**How to complete this task**
The answer must be a single number: how many lines in the entries below contain the word "SheetMeta".
Material shown: Begin
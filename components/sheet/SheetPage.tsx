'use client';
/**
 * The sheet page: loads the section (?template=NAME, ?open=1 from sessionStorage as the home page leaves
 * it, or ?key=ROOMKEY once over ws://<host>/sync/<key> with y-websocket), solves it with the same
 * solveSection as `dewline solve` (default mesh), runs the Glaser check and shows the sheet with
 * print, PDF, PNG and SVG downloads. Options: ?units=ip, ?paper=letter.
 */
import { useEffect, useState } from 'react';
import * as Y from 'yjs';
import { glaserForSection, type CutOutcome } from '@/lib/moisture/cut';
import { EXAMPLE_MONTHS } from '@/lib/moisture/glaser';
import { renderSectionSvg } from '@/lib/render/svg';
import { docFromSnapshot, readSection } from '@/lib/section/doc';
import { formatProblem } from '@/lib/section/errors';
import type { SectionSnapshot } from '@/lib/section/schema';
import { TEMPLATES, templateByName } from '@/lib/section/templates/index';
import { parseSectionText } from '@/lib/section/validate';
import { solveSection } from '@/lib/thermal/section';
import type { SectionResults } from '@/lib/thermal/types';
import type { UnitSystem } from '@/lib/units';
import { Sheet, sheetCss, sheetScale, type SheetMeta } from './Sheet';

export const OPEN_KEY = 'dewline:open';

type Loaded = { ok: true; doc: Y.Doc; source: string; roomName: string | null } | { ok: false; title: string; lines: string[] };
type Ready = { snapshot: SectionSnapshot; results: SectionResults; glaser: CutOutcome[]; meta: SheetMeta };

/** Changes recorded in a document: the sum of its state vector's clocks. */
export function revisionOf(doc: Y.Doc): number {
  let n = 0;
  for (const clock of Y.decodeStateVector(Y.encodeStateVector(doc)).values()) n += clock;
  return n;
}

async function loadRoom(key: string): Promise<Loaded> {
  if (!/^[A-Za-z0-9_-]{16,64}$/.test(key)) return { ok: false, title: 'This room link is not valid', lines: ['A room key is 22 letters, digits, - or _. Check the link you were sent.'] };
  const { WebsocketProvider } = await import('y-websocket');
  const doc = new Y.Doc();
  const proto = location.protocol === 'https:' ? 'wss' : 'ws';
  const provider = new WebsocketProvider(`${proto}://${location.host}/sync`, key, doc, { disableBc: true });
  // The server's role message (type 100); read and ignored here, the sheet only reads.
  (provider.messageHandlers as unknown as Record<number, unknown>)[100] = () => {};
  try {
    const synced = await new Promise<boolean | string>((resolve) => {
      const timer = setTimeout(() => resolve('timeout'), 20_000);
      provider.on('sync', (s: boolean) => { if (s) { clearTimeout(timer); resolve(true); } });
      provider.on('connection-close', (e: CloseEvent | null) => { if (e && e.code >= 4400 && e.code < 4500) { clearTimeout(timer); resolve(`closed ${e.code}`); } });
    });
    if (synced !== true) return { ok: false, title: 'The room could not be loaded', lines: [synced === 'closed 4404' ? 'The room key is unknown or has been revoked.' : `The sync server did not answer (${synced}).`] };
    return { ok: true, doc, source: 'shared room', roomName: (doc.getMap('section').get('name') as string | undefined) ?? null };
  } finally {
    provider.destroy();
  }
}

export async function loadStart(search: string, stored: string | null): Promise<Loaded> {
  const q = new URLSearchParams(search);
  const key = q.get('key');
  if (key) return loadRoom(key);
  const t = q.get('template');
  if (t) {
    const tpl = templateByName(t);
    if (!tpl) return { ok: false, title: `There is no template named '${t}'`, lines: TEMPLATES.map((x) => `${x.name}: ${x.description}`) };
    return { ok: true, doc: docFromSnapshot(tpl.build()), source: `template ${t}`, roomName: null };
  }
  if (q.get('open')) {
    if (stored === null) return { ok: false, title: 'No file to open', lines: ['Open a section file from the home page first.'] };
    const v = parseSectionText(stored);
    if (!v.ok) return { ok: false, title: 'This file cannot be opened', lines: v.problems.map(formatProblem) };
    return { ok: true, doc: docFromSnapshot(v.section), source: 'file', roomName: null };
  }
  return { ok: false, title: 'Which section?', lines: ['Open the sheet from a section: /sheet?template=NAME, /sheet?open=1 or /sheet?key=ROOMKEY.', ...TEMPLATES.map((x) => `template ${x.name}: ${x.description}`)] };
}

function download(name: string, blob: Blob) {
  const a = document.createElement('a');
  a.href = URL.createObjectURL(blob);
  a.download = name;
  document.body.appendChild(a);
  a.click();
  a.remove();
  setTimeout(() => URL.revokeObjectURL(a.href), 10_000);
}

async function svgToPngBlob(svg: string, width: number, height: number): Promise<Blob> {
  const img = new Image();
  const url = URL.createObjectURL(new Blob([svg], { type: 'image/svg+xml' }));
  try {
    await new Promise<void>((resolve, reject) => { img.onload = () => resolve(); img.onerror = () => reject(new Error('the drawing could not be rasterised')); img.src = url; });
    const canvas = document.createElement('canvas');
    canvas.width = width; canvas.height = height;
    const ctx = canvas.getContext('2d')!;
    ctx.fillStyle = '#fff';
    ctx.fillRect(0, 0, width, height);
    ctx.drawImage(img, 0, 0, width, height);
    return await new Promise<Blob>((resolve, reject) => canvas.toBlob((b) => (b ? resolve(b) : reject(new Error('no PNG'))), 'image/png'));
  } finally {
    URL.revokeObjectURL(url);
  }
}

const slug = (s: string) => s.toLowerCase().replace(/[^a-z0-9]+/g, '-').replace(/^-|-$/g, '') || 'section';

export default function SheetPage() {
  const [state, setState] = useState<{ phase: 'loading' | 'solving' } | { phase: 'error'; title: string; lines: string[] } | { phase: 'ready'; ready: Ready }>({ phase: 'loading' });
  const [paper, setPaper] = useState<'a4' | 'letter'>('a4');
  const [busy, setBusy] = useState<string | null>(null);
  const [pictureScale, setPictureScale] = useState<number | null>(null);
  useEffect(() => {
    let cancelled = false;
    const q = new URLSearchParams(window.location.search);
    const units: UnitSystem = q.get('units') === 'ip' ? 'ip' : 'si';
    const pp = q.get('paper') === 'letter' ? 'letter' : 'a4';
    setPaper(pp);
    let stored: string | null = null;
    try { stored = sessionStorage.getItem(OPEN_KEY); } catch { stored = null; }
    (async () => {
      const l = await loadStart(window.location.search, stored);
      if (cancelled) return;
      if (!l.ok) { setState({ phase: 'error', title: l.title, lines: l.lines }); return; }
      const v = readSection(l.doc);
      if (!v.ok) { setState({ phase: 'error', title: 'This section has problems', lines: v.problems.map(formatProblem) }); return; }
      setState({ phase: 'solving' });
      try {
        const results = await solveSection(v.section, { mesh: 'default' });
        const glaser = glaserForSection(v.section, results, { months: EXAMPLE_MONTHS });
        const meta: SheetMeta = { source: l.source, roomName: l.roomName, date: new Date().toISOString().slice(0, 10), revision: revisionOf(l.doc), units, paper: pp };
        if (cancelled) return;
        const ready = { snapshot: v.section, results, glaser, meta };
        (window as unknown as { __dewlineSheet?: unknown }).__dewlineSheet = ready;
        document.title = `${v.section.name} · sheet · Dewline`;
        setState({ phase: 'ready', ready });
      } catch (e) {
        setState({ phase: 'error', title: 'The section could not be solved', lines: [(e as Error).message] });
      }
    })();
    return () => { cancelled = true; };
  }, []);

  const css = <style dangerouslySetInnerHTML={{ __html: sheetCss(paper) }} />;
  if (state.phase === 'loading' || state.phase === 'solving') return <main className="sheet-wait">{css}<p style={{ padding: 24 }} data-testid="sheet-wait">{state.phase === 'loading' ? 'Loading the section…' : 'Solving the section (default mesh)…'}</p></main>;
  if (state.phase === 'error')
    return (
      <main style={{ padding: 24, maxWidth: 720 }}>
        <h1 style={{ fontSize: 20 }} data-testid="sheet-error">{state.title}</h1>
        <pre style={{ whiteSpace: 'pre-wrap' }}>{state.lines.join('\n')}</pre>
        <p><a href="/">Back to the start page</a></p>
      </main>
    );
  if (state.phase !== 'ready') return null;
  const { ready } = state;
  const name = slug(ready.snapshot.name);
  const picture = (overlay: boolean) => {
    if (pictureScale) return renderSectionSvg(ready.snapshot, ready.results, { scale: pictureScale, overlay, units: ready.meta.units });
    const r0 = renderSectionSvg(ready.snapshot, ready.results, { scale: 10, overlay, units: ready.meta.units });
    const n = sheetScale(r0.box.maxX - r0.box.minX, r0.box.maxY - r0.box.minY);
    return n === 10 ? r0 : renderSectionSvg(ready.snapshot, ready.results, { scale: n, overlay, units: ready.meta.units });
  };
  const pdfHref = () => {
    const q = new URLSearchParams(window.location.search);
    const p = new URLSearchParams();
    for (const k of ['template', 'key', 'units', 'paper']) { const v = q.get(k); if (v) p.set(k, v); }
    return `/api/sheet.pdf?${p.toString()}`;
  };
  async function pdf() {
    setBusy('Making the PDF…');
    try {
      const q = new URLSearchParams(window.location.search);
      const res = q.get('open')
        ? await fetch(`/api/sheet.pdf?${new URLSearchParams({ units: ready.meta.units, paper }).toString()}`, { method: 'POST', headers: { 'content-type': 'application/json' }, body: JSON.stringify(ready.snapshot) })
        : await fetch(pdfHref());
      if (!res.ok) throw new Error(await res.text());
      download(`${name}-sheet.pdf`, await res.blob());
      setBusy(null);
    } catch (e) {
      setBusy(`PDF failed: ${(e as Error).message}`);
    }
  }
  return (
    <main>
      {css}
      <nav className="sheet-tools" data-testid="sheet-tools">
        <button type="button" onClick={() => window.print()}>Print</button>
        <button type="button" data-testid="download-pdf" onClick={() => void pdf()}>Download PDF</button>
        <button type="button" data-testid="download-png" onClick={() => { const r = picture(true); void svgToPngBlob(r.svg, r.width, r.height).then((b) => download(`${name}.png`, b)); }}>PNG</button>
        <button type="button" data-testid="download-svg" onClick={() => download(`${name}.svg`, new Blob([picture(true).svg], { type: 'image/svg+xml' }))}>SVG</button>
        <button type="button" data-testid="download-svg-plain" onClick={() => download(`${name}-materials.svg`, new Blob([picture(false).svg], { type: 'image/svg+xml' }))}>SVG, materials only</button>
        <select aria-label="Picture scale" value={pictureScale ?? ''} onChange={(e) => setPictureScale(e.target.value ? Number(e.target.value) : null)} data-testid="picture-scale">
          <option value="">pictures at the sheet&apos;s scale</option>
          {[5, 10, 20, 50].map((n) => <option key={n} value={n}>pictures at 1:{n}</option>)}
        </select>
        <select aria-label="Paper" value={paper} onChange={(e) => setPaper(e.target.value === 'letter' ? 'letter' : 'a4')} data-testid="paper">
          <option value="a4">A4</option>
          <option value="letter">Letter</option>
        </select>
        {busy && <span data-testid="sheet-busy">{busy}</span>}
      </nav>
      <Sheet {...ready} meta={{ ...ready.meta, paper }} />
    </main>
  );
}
Material shown: End
**Solution to this problem**
3